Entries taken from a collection
--*--

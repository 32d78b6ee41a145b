"""Element letters: which are read, how their cards are laid out, and in which words a message speaks of them.

Which of them can be reviewed is not said here: the device families are asked (`families.py`).
"""

from __future__ import annotations

from msgspec import Struct


class Letter(Struct, frozen=True):
    """A letter whose card is nodes, then a model: how many nodes at least and at most, and the types of its model.

    words: what one is called. plural: the same in a list of what is not supported. area: whether a number behind the
    model is the area.
    """

    words: str
    plural: str
    least: int
    most: int
    model_types: tuple[str, ...]
    terminals: tuple[str, ...] = ()
    area: bool = False


PASSIVES = {"R": "resistor", "C": "capacitor", "L": "inductor"}
PASSIVE_MODELS = {"R": ("r", "res"), "C": ("c", "cap"), "L": ("l", "ind")}
SOURCES = {"V": "voltage source", "I": "current source"}
CONTROLLED = {
    "E": "voltage-controlled voltage source",
    "F": "current-controlled current source",
    "G": "voltage-controlled current source",
    "H": "current-controlled voltage source",
}
OWN = {
    **PASSIVES,
    **SOURCES,
    **CONTROLLED,
    "B": "behavioural source",
    "K": "coupling of two inductors",
    "T": "lossless line",
    "X": "subcircuit",
}

MODELLED = {
    "D": Letter("diode", "diodes", 2, 3, ("d",), ("anode", "cathode", "thermal"), area=True),
    "Q": Letter(
        "bipolar transistor",
        "bipolar transistors",
        3,
        5,
        ("npn", "pnp"),
        ("collector", "base", "emitter", "substrate", "thermal"),
        area=True,
    ),
    "J": Letter(
        "junction field-effect transistor",
        "junction field-effect transistors",
        3,
        3,
        ("njf", "pjf"),
        ("drain", "gate", "source"),
        area=True,
    ),
    "M": Letter(
        "MOS transistor",
        "MOS transistors",
        3,
        7,
        ("nmos", "pmos", "vdmos", "nsoi", "psoi"),
        ("drain", "gate", "source", "bulk"),
    ),
    "Z": Letter("MESFET", "MESFETs", 3, 3, ("nmf", "pmf", "nhfet", "phfet"), ("drain", "gate", "source"), area=True),
    "S": Letter(
        "voltage-controlled switch",
        "voltage-controlled switches",
        4,
        4,
        ("sw",),
        ("plus", "minus", "control plus", "control minus"),
    ),
    "W": Letter("current-controlled switch", "current-controlled switches", 2, 2, ("csw",), ("plus", "minus")),
    "O": Letter("lossy line", "lossy lines", 4, 4, ("ltra",), ("near plus", "near minus", "far plus", "far minus")),
    "U": Letter("distributed RC line", "distributed RC lines", 3, 3, ("urc",), ("near", "far", "capacitances")),
    "Y": Letter("single lossy line", "single lossy lines", 4, 4, ("txl",), ("near", "ground", "far", "ground")),
    "P": Letter(
        "set of coupled lines", "coupled lines", 4, 40, ("cpl",), ("near nodes ..", "ground", "far nodes ..", "ground")
    ),
}

READ = frozenset(OWN) | frozenset(MODELLED)

NOT_READ = {"A": "XSPICE code models", "N": "compiled device models (OSDI)"}

PLURAL = {
    "B": "behavioural sources",
    "E": "voltage-controlled voltage sources",
    "F": "current-controlled current sources",
    "H": "current-controlled voltage sources",
    "G": "voltage-controlled current sources",
    "K": "coupled inductors",
    "T": "transmission lines",
    **{letter: entry.plural for letter, entry in MODELLED.items()},
}

MODEL_TYPES = frozenset(kind for entry in MODELLED.values() for kind in entry.model_types) | frozenset(
    kind for kinds in PASSIVE_MODELS.values() for kind in kinds
)

TIME_FUNCTIONS = frozenset(["pulse", "sin", "sine", "exp", "pwl", "sffm", "am", "trnoise", "trrandom"])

--*--

#### What is expected:
All entries given above should be transcribed exactly, with none omitted.

#### Expected answer:
repository 32d78b6ee41a145b
"""Element letters: which are read, how their cards are laid out, and in which words a message speaks of them.

Which of them can be reviewed is not said here: the device families are asked (`families.py`).
"""

from __future__ import annotations

from msgspec import Struct


class Letter(Struct, frozen=True):
    """A letter whose card is nodes, then a model: how many nodes at least and at most, and the types of its model.

    words: what one is called. plural: the same in a list of what is not supported. area: whether a number behind the
    model is the area.
    """

    words: str
    plural: str
    least: int
    most: int
    model_types: tuple[str, ...]
    terminals: tuple[str, ...] = ()
    area: bool = False


PASSIVES = {"R": "resistor", "C": "capacitor", "L": "inductor"}
PASSIVE_MODELS = {"R": ("r", "res"), "C": ("c", "cap"), "L": ("l", "ind")}
SOURCES = {"V": "voltage source", "I": "current source"}
CONTROLLED = {
    "E": "voltage-controlled voltage source",
    "F": "current-controlled current source",
    "G": "voltage-controlled current source",
    "H": "current-controlled voltage source",
}
OWN = {
    **PASSIVES,
    **SOURCES,
    **CONTROLLED,
    "B": "behavioural source",
    "K": "coupling of two inductors",
    "T": "lossless line",
    "X": "subcircuit",
}

MODELLED = {
    "D": Letter("diode", "diodes", 2, 3, ("d",), ("anode", "cathode", "thermal"), area=True),
    "Q": Letter(
        "bipolar transistor",
        "bipolar transistors",
        3,
        5,
        ("npn", "pnp"),
        ("collector", "base", "emitter", "substrate", "thermal"),
        area=True,
    ),
    "J": Letter(
        "junction field-effect transistor",
        "junction field-effect transistors",
        3,
        3,
        ("njf", "pjf"),
        ("drain", "gate", "source"),
        area=True,
    ),
    "M": Letter(
        "MOS transistor",
        "MOS transistors",
        3,
        7,
        ("nmos", "pmos", "vdmos", "nsoi", "psoi"),
        ("drain", "gate", "source", "bulk"),
    ),
    "Z": Letter("MESFET", "MESFETs", 3, 3, ("nmf", "pmf", "nhfet", "phfet"), ("drain", "gate", "source"), area=True),
    "S": Letter(
        "voltage-controlled switch",
        "voltage-controlled switches",
        4,
        4,
        ("sw",),
        ("plus", "minus", "control plus", "control minus"),
    ),
    "W": Letter("current-controlled switch", "current-controlled switches", 2, 2, ("csw",), ("plus", "minus")),
    "O": Letter("lossy line", "lossy lines", 4, 4, ("ltra",), ("near plus", "near minus", "far plus", "far minus")),
    "U": Letter("distributed RC line", "distributed RC lines", 3, 3, ("urc",), ("near", "far", "capacitances")),
    "Y": Letter("single lossy line", "single lossy lines", 4, 4, ("txl",), ("near", "ground", "far", "ground")),
    "P": Letter(
        "set of coupled lines", "coupled lines", 4, 40, ("cpl",), ("near nodes ..", "ground", "far nodes ..", "ground")
    ),
}

READ = frozenset(OWN) | frozenset(MODELLED)

NOT_READ = {"A": "XSPICE code models", "N": "compiled device models (OSDI)"}

PLURAL = {
    "B": "behavioural sources",
    "E": "voltage-controlled voltage sources",
    "F": "current-controlled current sources",
    "H": "current-controlled voltage sources",
    "G": "voltage-controlled current sources",
    "K": "coupled inductors",
    "T": "transmission lines",
    **{letter: entry.plural for letter, entry in MODELLED.items()},
}

MODEL_TYPES = frozenset(kind for entry in MODELLED.values() for kind in entry.model_types) | frozenset(
    kind for kinds in PASSIVE_MODELS.values() for kind in kinds
)

TIME_FUNCTIONS = frozenset(["pulse", "sin", "sine", "exp", "pwl", "sffm", "am", "trnoise", "trrandom"])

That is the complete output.